Department of Advanced Biomedical Sciences, Section of Cardiology, Federico II University, Naples,Italy.
Diabetes Care. 2013 Aug;36(8):2395-401. doi: 10.2337/dc12-2147. Epub 2013 Mar 25.
Impaired parasympathetic and sympathetic nervous system activity have been demonstrated in patients with diabetes mellitus (DM) and correlated with worse prognosis. Few data are available on the effect of DM on cardiac neuropathy in heart failure (HF). The aim of the current study was to assess cardiac sympathetic activity in HF patients with and without DM.
Patients with severe HF (n = 75), with (n = 37) and without DM (n = 38), and 14 diabetic patients with normal cardiac function underwent (123)I meta-iodobenzylguanidine scintigraphy from which early and late heart-to-mediastinum (H/M) ratios were calculated. Clinical, echocardiographic, and biochemical data were measured.

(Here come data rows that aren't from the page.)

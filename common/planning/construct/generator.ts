import { StageBounds, isMovable, NOBODY } from './bounds-of-stage';
import { NEVER } from './calendar';
import type { Compiled, Crew } from './compiled';
import { CrewBounds } from './crew-bounds';
import { leastDwell } from './cured-by';
import { placeFixed } from './fixed-stages';
import type { Ask } from './ask';
import { Fitter } from './fitter';
import type { Genome } from './genome';
import { copyFit, type Fit, Layout, newFit } from './layout';
import { workMinutes } from './work-minutes';

/** Stages laid out between two looks at whether to give up. */
const STAGES_BETWEEN_LOOKS = 64;
/** So few crews are fitted one after another: to bound them would cost more. */
const FEW_CREWS = 4;
/** A maximum gap is mended this often for one stage before it is let go. */
const MOST_MENDS_OF_STAGE = 8;

/**
 * Serial schedule generation over an order of stages (Kelley 1963; Kolisch & Hartmann 1999), with a choice of crew and bays for
 * each. Where a stage comes too late for a maximum gap or a window, the stage that set it is taken out and begun later, with all
 * that follows it: the unscheduling step of Franck, Neumann & Schwindt 2001. What cannot be met is laid as well as it can be.
 */
export class Generator {
  readonly layout: Layout;
  /** Requirements of movable stages that what is laid out does not meet, stages without a place among them. */
  broken = 0;
  /** Stages laid out so far, those that were taken out again and again among them: what decoding has cost. */
  laid = 0;
  /** Whether the last decoding was given up half way; its layout is then worth nothing. */
  isGivenUp = false;
  /** Asked now and then within a decoding, so that a large one need not be waited for. */
  shouldGiveUp: () => boolean = () => false;

  private readonly fitter: Fitter;
  private readonly bounds: StageBounds;
  private readonly crewBounds: CrewBounds;
  private readonly ask: Ask = {
    stage: 0,
    crew: null,
    housing: null,
    minutes: 0,
    lowStart: 0,
    lowEnd: 0,
    lowFinish: 0,
    lastStart: NEVER,
    lastEnd: NEVER,
    overtime: false,
  };
  private readonly trial: Fit = newFit();
  private readonly best: Fit = newFit();
  private leastDwell = 0;
  private bestLate = NEVER;
  private bestScore = NEVER;
  private bestRegret = 0;
  private bestRank = 0;
  private bestCrew: Crew | null = null;
  private bestHousing: Int32Array | null = null;
  private readonly floor: Int32Array;
  private readonly mends: Uint8Array;
  private readonly isBusy: Uint8Array;
  /** Stages tried and found to have no place; they are not tried again in one decoding unless something is mended. */
  private readonly isHopeless: Uint8Array;
  private readonly position: Int32Array;
  /** For each stage, the requirements that its placement broke when it was laid. */
  private readonly brokenBy: Uint8Array;
  private mendsLeft = 0;
  private resumeAt = NEVER;
  private genome: Genome | null = null;

  constructor(readonly compiled: Compiled) {
    const n = compiled.stageCount;
    this.layout = new Layout(compiled);
    this.fitter = new Fitter(this.layout);
    this.bounds = new StageBounds(this.layout, this.fitter);
    this.crewBounds = new CrewBounds(this.layout);
    this.floor = new Int32Array(n);
    this.mends = new Uint8Array(n);
    this.isBusy = new Uint8Array(n);
    this.isHopeless = new Uint8Array(n);
    this.position = new Int32Array(n);
    this.brokenBy = new Uint8Array(n);
  }

  /** Lays out every stage, those that are tied first and the others by the genome's order. */
  decode(genome: Genome): void {
    this.begin();
    this.resume(genome);
  }

  /** An empty layout but for the stages that are tied to their times. */
  begin(): void {
    this.layout.clear();
    this.brokenBy.fill(0);
    placeFixed(this.layout, this.fitter, this.bounds);
  }

  /** Becomes a copy of another generator's last decoding. */
  copyFrom(other: Generator): void {
    this.layout.copyFrom(other.layout);
    this.brokenBy.set(other.brokenBy);
    this.broken = other.broken;
  }

  /** Takes some movable stages out and lays them out again beside everything else, by the genome's order. */
  relay(stages: readonly number[], genome: Genome): void {
    for (const stage of stages) if (this.layout.isPlaced[stage] === 1) this.layout.unplace(stage);
    this.resume(genome);
  }

  /** Lays out every stage that has no place yet by the genome's order, beside what is there. */
  resume(genome: Genome): void {
    const { order } = genome;
    this.genome = genome;
    this.floor.fill(0);
    this.mends.fill(0);
    this.isBusy.fill(0);
    this.isHopeless.fill(0);
    this.mendsLeft = 2 * order.length + 20;
    this.isGivenUp = false;
    let looks = 0;
    for (let p = 0; p < order.length; p += 1) this.position[order[p]] = p;
    for (let p = 0; p < order.length; p += 1) {
      looks += 1;
      if (looks % STAGES_BETWEEN_LOOKS === 0 && this.shouldGiveUp()) {
        this.isGivenUp = true;
        return;
      }
      this.resumeAt = NEVER;
      this.placeWithBefore(order[p]);
      // A mend has taken stages out: go back to the first of them. The loop's own step makes up for the one subtracted.
      if (this.resumeAt < NEVER) p = Math.min(p, this.resumeAt) - 1;
    }
    this.broken = 0;
    for (const stage of order) this.broken += this.layout.isPlaced[stage] === 0 ? 1 : this.brokenBy[stage];
  }

  /** Places a stage after the stages that it waits for. */
  private placeWithBefore(stage: number): void {
    const { links } = this.compiled;
    const { isPlaced } = this.layout;
    if (isPlaced[stage] === 1 || this.isBusy[stage] === 1 || this.isHopeless[stage] === 1) return;
    this.isBusy[stage] = 1;
    let isReady = true;
    for (let k = links.inOf[stage]; k < links.inOf[stage + 1]; k += 1) {
      const before = links.from[links.inLinks[k]];
      if (isPlaced[before] === 0) this.placeWithBefore(before);
      if (this.resumeAt < NEVER) break;
      // A stage that waits, round about, for this one is judged when its own turn comes.
      if (isPlaced[before] === 0 && this.isBusy[before] === 0) isReady = false;
    }
    if (this.resumeAt >= NEVER) {
      if (isReady) this.place(stage);
      else this.isHopeless[stage] = 1;
    }
    this.isBusy[stage] = 0;
  }

  private place(stage: number): void {
    this.letGoFor(stage);
    if (this.resumeAt < NEVER) return;
    this.bounds.gather(stage, this.floor[stage]);
    let late = this.findBest(stage);
    // With the effort of a missed window the stage may be too long for any shift: then the window has to be met.
    if (late < 0 && this.bounds.hardenWindows()) late = this.findBest(stage);
    if (late < 0) {
      this.isHopeless[stage] = 1;
      return;
    }
    if (late > 0 && this.mend(stage)) return;
    const { start, end, finish } = this.best;
    this.brokenBy[stage] = late > 0 ? this.bounds.countBroken(stage, start, end, finish) : 0;
    this.laid += 1;
    this.layout.place(stage, this.best, this.bestCrew, this.bestHousing);
  }

  /** Where all bays that a stage could use are held until some demould, that demould comes first. */
  private letGoFor(stage: number): void {
    const { work } = this.compiled;
    for (const housing of work.housings[stage]) {
      for (let k = 0; k < housing.length; k += 1) {
        const bay = housing[k];
        const holds = this.layout.openHolds[bay];
        if (holds.length === 0) continue;
        const units = work.placeUnits[work.placeOf[stage] + k];
        if (this.layout.bays[bay].takenForEver() + units <= this.compiled.bays.capacity[bay]) continue;
        for (const holder of [...holds]) {
          for (let place = work.placeOf[holder]; place < work.placeOf[holder + 1]; place += 1) {
            if (work.placeUntil[place] >= 0 && this.resumeAt >= NEVER) this.placeWithBefore(work.placeUntil[place]);
          }
        }
      }
    }
  }

  /** Finds the best of all crews and bays into `best`; the minutes by which it breaks a bound, or -1 for no place at all. */
  private findBest(stage: number): number {
    const { work } = this.compiled;
    const crews = work.crews[stage];
    const needsCrew = work.needOf[stage + 1] > work.needOf[stage];
    const choice = this.genome ? this.genome.crewChoice[stage] : -1;
    const ask = this.ask;
    ask.stage = stage;
    ask.overtime = this.genome !== null && this.genome.overtime[stage] === 1;
    if (needsCrew && crews.length === 0) return -1;
    const fewest = this.crewBounds.measure(stage, crews);
    const { lowStart } = this.bounds;
    this.bestLate = NEVER;
    this.bestScore = NEVER;
    this.bestHousing = null;
    for (const housing of work.housings[stage]) {
      ask.housing = housing;
      this.leastDwell = leastDwell(this.compiled, stage, housing);
      // No crew can start before its bays have room for even the quickest work.
      this.bounds.lowStart = this.fitter.bayFreeFrom(ask, fewest, this.leastDwell, lowStart);
      if (crews.length === 0) this.weigh(ask, null, 0, this.bounds.lowStart, fewest);
      else if (choice >= 0 && choice < crews.length)
        this.weigh(ask, crews[choice], choice, this.bounds.lowStart, this.crewBounds.minutes[choice]);
      else if (crews.length <= FEW_CREWS)
        for (let c = 0; c < crews.length; c += 1)
          this.weigh(ask, crews[c], c, this.bounds.lowStart, this.crewBounds.minutes[c]);
      else this.weighCrews(ask, crews);
    }
    this.bounds.lowStart = lowStart;
    return this.bestScore >= NEVER ? -1 : this.bestLate;
  }

  /** Weighs crews, whichever could be done first at the very best first, until no other can be better. */
  private weighCrews(ask: Ask, crews: readonly Crew[]): void {
    const { crewBounds } = this;
    crewBounds.bound(ask.stage, crews, this.bounds.lowStart, ask.overtime);
    const { start, end, minutes } = crewBounds;
    for (let c = 0; c < crews.length; c += 1) if (end[c] < NEVER) end[c] += regretMinutes(crews[c], minutes[c]);
    for (let weighed = 0; weighed < crews.length; weighed += 1) {
      let next = 0;
      for (let c = 1; c < crews.length; c += 1) if (end[c] < end[next]) next = c;
      if (end[next] >= NEVER || (this.bestLate === 0 && end[next] + this.leastDwell > this.bestScore)) return;
      end[next] = NEVER;
      this.weigh(ask, crews[next], next, start[next], minutes[next]);
    }
  }

  /**
   * Fits a crew from an instant on and keeps it where it is the best so far, or as good and listed sooner for the same bays;
   * `least` is its bare work in minutes.
   */
  private weigh(ask: Ask, crew: Crew | null, rank: number, from: number, least: number): void {
    ask.crew = crew;
    // What would end, with its dwell and regret, no better than the best found is of no use.
    const regret = regretMinutes(crew, least);
    const isSooner = this.bestHousing === ask.housing && rank < this.bestRank;
    const gain = isSooner ? 0 : 1;
    ask.lastEnd = this.bestLate === 0 ? this.bestScore - this.leastDwell - regret - gain : NEVER;
    // In the same bays who ends later has dwelt later too.
    const isAlike = this.bestLate === 0 && this.bestHousing === ask.housing && regret >= this.bestRegret;
    if (isAlike) ask.lastEnd = Math.min(ask.lastEnd, this.best.end - gain);
    ask.lastStart = this.bestLate === 0 ? ask.lastEnd - least : NEVER;
    ask.lowStart = from;
    if (ask.lastStart < from || !this.fitInTime(ask)) return;
    const late = this.lateness(this.trial);
    const paid = regretMinutes(crew, ask.minutes);
    const score = this.trial.finish + paid;
    if (late > this.bestLate || (late === this.bestLate && score > this.bestScore - gain)) return;
    this.bestLate = late;
    this.bestScore = score;
    this.bestRegret = paid;
    this.bestRank = rank;
    copyFit(this.trial, this.best);
    this.bestCrew = crew;
    this.bestHousing = ask.housing;
  }

  /** Fits with the extra effort of every soft window that the start then misses. */
  private fitInTime(ask: Ask): boolean {
    const { bounds } = this;
    const effort = this.compiled.work.minutes[ask.stage];
    ask.lowEnd = bounds.lowEnd;
    ask.lowFinish = bounds.lowFinish;
    for (let extra = -1; ;) {
      let owed = 0;
      for (let k = 0; k < bounds.softUntil.length; k += 1)
        if (ask.lowStart > bounds.softUntil[k]) owed += bounds.softExtra[k];
      if (owed === extra) return true;
      extra = owed;
      ask.minutes = workMinutes(this.compiled, ask.stage, effort + extra, ask.crew);
      if (!this.fitter.fit(ask, this.trial)) return false;
      ask.lowStart = this.trial.start;
    }
  }

  private lateness(fit: Fit): number {
    const { bounds } = this;
    return Math.max(0, fit.start - bounds.highStart, fit.end - bounds.highEnd, fit.finish - bounds.highFinish);
  }

  /** Takes out the stage whose bound is broken and what follows it, to begin later. False where nothing can be mended. */
  private mend(stage: number): boolean {
    const { bounds, best } = this;
    let cause = NOBODY;
    let by = 0;
    let retry = 0;
    const weigh = (over: number, from: number, retryAt: number): void => {
      if (over <= by) return;
      by = over;
      cause = from;
      retry = retryAt;
    };
    weigh(best.start - bounds.highStart, bounds.highStartCause, 0);
    weigh(best.end - bounds.highEnd, bounds.highEndCause, bounds.highEndRetry);
    weigh(best.finish - bounds.highFinish, bounds.highFinishCause, 0);
    if (cause === NOBODY || !isMovable(this.compiled, cause) || this.isBusy[cause] === 1) return false;
    if (this.mendsLeft === 0 || this.mends[cause] >= MOST_MENDS_OF_STAGE) return false;
    this.mendsLeft -= 1;
    this.mends[cause] += 1;
    this.floor[cause] = retry >= NEVER ? this.layout.start[cause] + by : Math.max(this.layout.start[cause] + by, retry);
    this.resumeAt = this.position[stage];
    this.takeOut(cause);
    this.isHopeless.fill(0);
    return true;
  }

  /** Takes a stage out with every movable stage that follows it. */
  private takeOut(stage: number): void {
    const { links } = this.compiled;
    if (this.layout.isPlaced[stage] === 0 || !isMovable(this.compiled, stage)) return;
    this.layout.unplace(stage);
    this.resumeAt = Math.min(this.resumeAt, this.position[stage]);
    for (let k = links.outOf[stage]; k < links.outOf[stage + 1]; k += 1) this.takeOut(links.to[links.outLinks[k]]);
  }
}

/** Half the work's time, at most half a day, for a crew whose crafts are wanted elsewhere. */
function regretMinutes(crew: Crew | null, minutes: number): number {
  return crew ? Math.round((Math.min(minutes, 480) * crew.regretPermille) / 2000) : 0;
}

DM compared with non-DM patients showed significantly lower early (1.65 ± 0.21 vs. 1.75 ± 0.21; P < 0.05) and late H/M ratios (1.46 ± 0.22 vs. 1.58 ± 0.24; P < 0.03). Early and late H/M were significantly higher in DM patients without HF (2.22 ± 0.35 and 1.99 ± 0.24, respectively) than HF patients with (P < 0.0001) and without (P < 0.0001) DM. In HF patients, an inverse correlation between early or late H/M ratio and hemoglobin A1c (HbA1c) (Pearson = -0.473, P = 0.001; Pearson = -0.382, P = 0.001, respectively) was observed. In DM, in multivariate analysis, HbA1c and ejection fraction remained significant predictors of early H/M; HbA1c remained the only significant predictor of late H/M. No correlation between early or late H/M and HbA1c was found in non-DM patients.
Diabetic patients with HF show lower cardiac sympathetic activity than HF patients not having DM or than DM patients with a similar degree of autonomic dysfunction not having HF. HbA1c correlated with the degree of reduction in cardiac sympathetic activity.
已证明糖尿病(DM)患者的副交感神经和交感神经系统活动受损,且与预后更差相关。关于 DM 对心力衰竭(HF)中心脏神经病变的影响,仅有少量数据。本研究旨在评估伴 DM 和不伴 DM 的 HF 患者的心脏交感神经活性。
75 例严重 HF 患者(伴 DM 者 37 例,不伴 DM 者 38 例)和 14 例心功能正常的糖尿病患者行 123I-间碘苄胍闪烁扫描,计算早期和晚期心脏/纵隔(H/M)比值。测量临床、超声心动图和生化数据。
与非 DM 患者相比,DM 患者的早期(1.65 ± 0.21 比 1.75 ± 0.21;P < 0.05)和晚期 H/M 比值(1.46 ± 0.22 比 1.58 ± 0.24;P < 0.03)显著降低。无 HF 的 DM 患者的早期和晚期 H/M 比值显著高于 HF 患者(分别为 2.22 ± 0.35 和 1.99 ± 0.24;P < 0.0001 和 P < 0.0001)。在 HF 患者中,早期或晚期 H/M 比值与糖化血红蛋白(HbA1c)(Pearson = -0.473,P = 0.001;Pearson = -0.382,P = 0.001)呈负相关。在 DM 中,多变量分析显示,HbA1c 和射血分数仍然是早期 H/M 的显著预测因子;HbA1c 仍然是晚期 H/M 的唯一显著预测因子。在非 DM 患者中,早期或晚期 H/M 与 HbA1c 之间无相关性。
HF 合并 DM 的患者的心脏交感神经活性低于无 DM 的 HF 患者或 HF 程度相似但无心衰的 DM 患者。HbA1c 与心脏交感神经活性降低的程度相关。